▸ **Dataset records**:
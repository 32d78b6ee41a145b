"""The assignments of a `.param` card: NAME=VALUE, where a value is a number, a bare formula without blanks outside
parentheses, or a formula in braces or quotes."""

from __future__ import annotations

import re

from tauledger.netlist.diagnostics import Site
from tauledger.netlist.expressions import parse_formula
from tauledger.netlist.items import Item, Setting, Value, Word

_NAME = re.compile(r"[A-Za-z_][A-Za-z0-9_]*")
_CLOSING = {"{": "}", "'": "'", '"': '"'}


def parse_assignments(site: Site) -> tuple[Item, ...]:
    """Give the card's word and its assignments as Settings; raises NetlistError where it is no row of assignments."""
    text = site.card.text
    word = text.split(maxsplit=1)[0]
    items: list[Item] = [Word(word, 0)]
    at = _skip(text, len(word))
    if at == len(text):
        raise site.fault(at, "an assignment is missing", "write .param name=value")
    while at < len(text):
        if text[at] == ",":
            raise site.fault(at, "a comma cannot stand between assignments", "separate them by blanks")
        match = _NAME.match(text, at)
        if match is None:
            formula = text[at] in "+-*/^%<>=!&|?:("
            hint = "a formula with blanks stands in braces: name={a + b}" if formula else "letters, digits and _"
            raise site.fault(at, "the name of a parameter is expected here", hint)
        name = Word(match.group(), at)
        equals = _skip(text, match.end())
        if equals < len(text) and text[equals] == "(":
            raise site.fault(name, "functions of one's own are not supported by this version")
        if equals == len(text) or text[equals] != "=":
            message = "name=value is expected here"
            raise site.fault(name, message, "a formula with blanks stands in braces: name={a + b}")
        start = _skip(text, equals + 1)
        value, at = _value(site, start)
        items.append(Setting(name, value))
        at = _skip(text, at)
    return tuple(items)


def _skip(text: str, at: int) -> int:
    while at < len(text) and text[at] in " \t":
        at += 1
    return at


def _value(site: Site, start: int) -> tuple[Value, int]:
    """Give the value that begins at `start`, and the offset behind it."""
    text = site.card.text
    if start == len(text):
        raise site.fault(start, "the value is missing", "write .param name=value")
    closing = _CLOSING.get(text[start])
    if closing is not None:
        end = text.find(closing, start + 1)
        if end < 0:
            raise site.fault(start, f"this is not closed: {closing} is missing")
        if closing == '"':
            raise site.fault(start, "text as a parameter is not supported by this version", wide=end + 1 - start)
        return parse_formula(site, text[start + 1 : end], start, start + 1), end + 1
    end, depth = start, 0
    while end < len(text) and (depth > 0 or text[end] not in " \t,"):
        depth += {"(": 1, ")": -1}.get(text[end], 0)
        end += 1
    return parse_formula(site, text[start:end], start, start), end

▸ **How to complete this task**: Go through the entries above and copy out every line that includes the word "equals".

▸ **Answer section**:
        equals = _skip(text, match.end())
        if equals < len(text) and text[equals] == "(":
        if equals == len(text) or text[equals] != "=":
        start = _skip(text, equals + 1)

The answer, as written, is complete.